== WHAT YOU NEED TO DO ==
Copy exactly, please, each line of the data below until the line that contains "from beamplan.report.diagram import" has been copied, beginning at the top.

Extracted records
"""The power-flow diagram, the plan plots and the ``draw`` command.

Every demo layout in layouts/*.yaml is drawn with and without its plan; the
pictures must name every element and scanner (SVG text stays text), draw
link widths in the order of link powers, and the DOT text must give one edge
per link. ``link_powers`` must conserve power at every node.
"""

from __future__ import annotations

import functools
import html
import itertools
import pathlib
import re
import subprocess
import sys

import numpy as np
import pytest

from beamplan.layout.loader import load_layout
from beamplan.network.behaviour import Behaviour
from beamplan.network.graph import Network, build_network
from beamplan.optimise.planner import plan_network
from beamplan.optimise.result import CONSERVATION_RTOL, Plan
from beamplan.report.diagram import (
    FONT_PT,
    HEAT_BANDS,
    PALETTE,
    WIDTH_MAX_PT,
    WIDTH_MIN_PT,
    _spread,
    diagram_model,
    link_powers,
)
from beamplan.report.dot import diagram_dot
from beamplan.report.draw import diagram_picture
from beamplan.report.plots import (
    CASE_STYLES,
    MAX_PIXELS,
    headroom_across_cases,
    headroom_chart,
    loss_steps,
    losses_chart,
)
from tests.conftest import LAYOUTS, network_from_text

DEMOS = sorted(p.name for p in LAYOUTS.glob("*.yaml"))


@functools.cache
def demo(name: str) -> tuple[Network, Plan]:
    """A demo layout's network and its headroom plan (planned once per test run)."""
    network = build_network(load_layout(str(LAYOUTS / name)))
    return network, plan_network(network)


def svg_lines(svg: str) -> list[str]:
    """Every line of text in an SVG (matplotlib writes one <text> per line)."""
    return [html.unescape(t) for t in re.findall(r"<text\b[^>]*>([^<]*)</text>", svg)]


def svg_widths(svg: str) -> dict[int, float]:
    """The stroke width of each drawn link, from its ``link-<index>`` group."""
    found = re.findall(r'<g id="link-(\d+)">\s*<path [^>]*?stroke-width: ([0-9.]+)', svg)
    return {int(i): float(w) for i, w in found}


def test_every_demo_layout_is_tested() -> None:
    # the demos the project ships (README); a new one is picked up by the glob
    assert {"pilot-line.yaml", "coated-line.yaml", "two-bay.yaml"} <= set(DEMOS)


@pytest.mark.parametrize("name", DEMOS)
def test_link_powers_conserve_power_at_every_node(name: str) -> None:
    network, plan = demo(name)
    powers = link_powers(network, plan)
    scale = max(plan.source_used_w, 1.0)
    tol = CONSERVATION_RTOL * scale  # beamplan's own balance tolerance (optimise/result.py)
    elements = {e.id: e for e in plan.elements}
    sources = {s.id: s for s in plan.sources}
    for node in network.nodes:
        into = sum(powers[lk.index] for lk in network.in_links[node.id])
        out = sum(powers[lk.index] for lk in network.links if lk.tail == node.id)
        if node.is_source:
            assert out == pytest.approx(sources[node.id].output_w, abs=tol)
        elif node.is_scanner:
            assert into == pytest.approx(plan.scanner(node.id).delivered_w, abs=tol)
        else:
            e = elements[node.id]
            assert into == pytest.approx(e.incident_w, abs=tol), node.id
            assert out == pytest.approx(e.output_w, abs=tol), node.id
            assert into - out == pytest.approx(e.absorbed_w, abs=tol), node.id
    assert all(p >= 0 for p in powers)


@pytest.mark.parametrize("planned", [True, False], ids=["plan", "layout-only"])
@pytest.mark.parametrize("name", DEMOS)
def test_svg_names_every_element_and_scanner(name: str, planned: bool) -> None:
    network, plan = demo(name)
    svg = diagram_picture(network, plan if planned else None).svg()
    lines = set(svg_lines(svg))
    missing = [n.id for n in network.nodes if n.id not in lines]
    assert not missing  # each box's first line is its id, as text (svg.fonttype 'none')
    assert "font-family: sans-serif" in svg and "DejaVu" not in svg  # no named font


@pytest.mark.parametrize("name", DEMOS)
def test_grouped_svg_still_names_every_element(name: str) -> None:
    network, plan = demo(name)
    svg = diagram_picture(network, plan, group_chains=True).svg()
    words = {w for line in svg_lines(svg) for w in re.split(r"[\s›,()]+", line)}
    assert not [n.id for n in network.nodes if n.id not in words]


@pytest.mark.parametrize("name", DEMOS)
def test_link_widths_are_ordered_like_link_powers(name: str) -> None:
    network, plan = demo(name)
    powers = link_powers(network, plan)
    widths = svg_widths(diagram_picture(network, plan).svg())
    assert sorted(widths) == list(range(len(network.links)))  # every link drawn, once
    for i, j in itertools.permutations(range(len(powers)), 2):
        if powers[i] < powers[j]:
            assert widths[i] <= widths[j] + 1e-9, (network.links[i].label, network.links[j].label)
            if widths[i] > WIDTH_MIN_PT and powers[j] > powers[i] * (1 + 1e-4):
                assert widths[i] < widths[j]  # above the floor, width ∝ power: strict
                # (SVG keeps 6 decimals, so powers equal to 1e-4 may draw equal)
    top = max(range(len(powers)), key=powers.__getitem__)
    assert widths[top] == pytest.approx(WIDTH_MAX_PT)
    assert min(widths.values()) >= WIDTH_MIN_PT  # every link stays visible


def parse_dot(text: str) -> tuple[set[str], list[tuple[str, str]], dict[str, str]]:
    """A tiny DOT reader for our own output: node ids, edges, node labels."""
    assert text.startswith("digraph ") and text.rstrip().endswith("}")
    body = re.sub(r"//[^\n]*", "", text)
    assert body.count("{") == body.count("}")
    quoted = r'"((?:[^"\\]|\\.)*)"'
    nodes = dict(re.findall(rf"^\s*{quoted} \[label={quoted}", body, re.M))
    edges = re.findall(rf"^\s*{quoted} -> {quoted} \[", body, re.M)
    for line in body.splitlines()[1:-1]:
        assert not line.strip() or line.rstrip().endswith(";") or line.strip().startswith("{")
    return set(nodes), edges, nodes


@pytest.mark.parametrize("name", DEMOS)
def test_dot_parses_back_one_edge_per_link(name: str) -> None:
    network, plan = demo(name)
    for chosen in (plan, None):
        ids, edges, _ = parse_dot(diagram_dot(network, chosen))
        assert ids == {n.id for n in network.nodes}
        assert sorted(edges) == sorted((lk.tail, lk.head) for lk in network.links)


@pytest.mark.parametrize("name", DEMOS)
def test_grouped_dot_keeps_every_id_in_a_label(name: str) -> None:
    network, plan = demo(name)
    ids, edges, labels = parse_dot(diagram_dot(network, plan, group_chains=True))
    text = " ".join(labels.values()).replace("\\n", " ")
    assert all(re.search(rf"(^|[\s›]){re.escape(n.id)}($|[\s›])", text) for n in network.nodes)
    model = diagram_model(network, plan, group_chains=True)
    assert ids == set(model.boxes) and len(edges) == len(model.wires)
    hidden = len(network.links) - len(edges)  # links inside a chain
    assert hidden == sum(len(b.members) - 1 for b in model.boxes.values())


@pytest.mark.parametrize("group", [False, True])
@pytest.mark.parametrize("name", DEMOS)
def test_layout_runs_left_to_right_without_overlaps(name: str, group: bool) -> None:
    network, plan = demo(name)
    model = diagram_model(network, plan, group_chains=group)
    last = len(model.x) - 1
    for box in model.boxes.values():
        node = network.node[box.key]
        assert box.column == 0 if node.is_source else box.column > 0
        if node.is_scanner:
            assert box.column == last
    for w in model.wires:
        assert model.boxes[w.head].column > model.boxes[w.tail].column
        assert len(w.ys) == model.boxes[w.head].column - model.boxes[w.tail].column + 1
    assert_no_overlaps(model)


def assert_no_overlaps(model: object) -> None:
    boxes = sorted(model.boxes.values(), key=lambda b: (b.column, b.y))  # type: ignore[attr-defined]
    for a, b in itertools.pairwise(boxes):
        if a.column == b.column:
            assert b.y - a.y >= (a.height + b.height) / 2 - 1e-9, (a.key, b.key)


def test_spread_keeps_order_and_gaps_and_is_nearest() -> None:
    # hand calculation: two items wanting the same place split evenly around it
    assert _spread([1.0, 1.0], [1.0]) == pytest.approx([0.5, 1.5])
    assert _spread([0.0, 5.0, 5.2], [1.0, 1.0]) == pytest.approx([0.0, 4.6, 5.6])
    assert _spread([3.0], []) == [3.0]


SWITCHED = """\
layout: crossed
format: 1
sources: {a: {power: 2 kW}, b: {power: 2 kW}}
elements:
  ta: {kind: splitter, outputs: {x: {}, y: {}}}
  sw: {kind: switch}
scanners: {s1: {power: 300 W}, s2: {power: 300 W}}
beamlines: ["a -> ta", "ta.x -> sw", "b -> sw", "sw -> s2", "ta.y -> s1"]
"""


def crossings(model: object) -> int:
    """Pairs of drawn links that cross between two neighbouring columns."""
    segments: dict[int, list[tuple[float, float]]] = {}
    for w in model.wires:  # type: ignore[attr-defined]
        first = model.boxes[w.tail].column  # type: ignore[attr-defined]
        for c, (y0, y1) in enumerate(itertools.pairwise(w.ys), start=first):
            segments.setdefault(c, []).append((y0, y1))
    return sum(1 for segs in segments.values() for (a0, a1), (b0, b1) in
               itertools.combinations(segs, 2) if (a0 - b0) * (a1 - b1) < -1e-12)


def test_barycentre_order_untangles_a_switch() -> None:
    # depth-first order puts s2 (behind the switch) above s1 and crosses two links;
    # one barycentre sweep untangles them (hand-drawn: the graph is planar)
    network = network_from_text(SWITCHED)
    model = diagram_model(network, plan_network(network))
    assert crossings(model) == 0
    assert model.boxes["a"].y < model.boxes["b"].y
    assert_no_overlaps(model)


@pytest.mark.parametrize("name", DEMOS)
def test_demo_diagrams_have_no_crossings(name: str) -> None:
    network, plan = demo(name)  # every demo is drawn planar (they are trees plus switches)
    assert crossings(diagram_model(network, plan)) == 0


def large_layout(scanners: int = 50, chain: int = 9) -> str:
    """A fab of ``scanners`` scanners and about 10 elements each (500 for 50)."""
    lines = ["layout: large", "format: 1", "sources: {fel: {power: 60 kW}}", "elements:"]
    links, open_ports, k = ["fel -> m0"], ["m0"], 0
    lines.append("  m0: {kind: mirror, reflectivity: 0.97}")
    while len(open_ports) < scanners:  # a tree of splitters: one port becomes two
        k += 1
        port = open_ports.pop(0)
        lines.append(f"  t{k}: {{kind: splitter, outputs: {{l: {{}}, r: {{}}}}}}")
        links.append(f"{port} -> t{k}")
        open_ports += [f"t{k}.l", f"t{k}.r"]
    for i, port in enumerate(open_ports):
        ids = [f"b{i}-{j}" for j in range(chain)]
        for j, e in enumerate(ids):
            kind = "mirror, reflectivity: 0.95" if j % 2 else "drift, transmission: 0.99"
            lines.append(f"  {e}: {{kind: {kind}{', heat_limit: 90 W' if j == 1 else ''}}}")
        links.append(" -> ".join([port, *ids, f"s{i}"]))
    lines.append("scanners:")
    lines += [f"  s{i}: {{power: 250 W}}" for i in range(scanners)]
    lines.append("beamlines:")
    lines += [f"  - {link}" for link in links]
    return "\n".join(lines) + "\n"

== EXERCISE OUTPUT ==
"""The power-flow diagram, the plan plots and the ``draw`` command.

Every demo layout in layouts/*.yaml is drawn with and without its plan; the
pictures must name every element and scanner (SVG text stays text), draw
link widths in the order of link powers, and the DOT text must give one edge
per link. ``link_powers`` must conserve power at every node.
"""

from __future__ import annotations

import functools
import html
import itertools
import pathlib
import re
import subprocess
import sys

import numpy as np
import pytest

from beamplan.layout.loader import load_layout
from beamplan.network.behaviour import Behaviour
from beamplan.network.graph import Network, build_network
from beamplan.optimise.planner import plan_network
from beamplan.optimise.result import CONSERVATION_RTOL, Plan
from beamplan.report.diagram import (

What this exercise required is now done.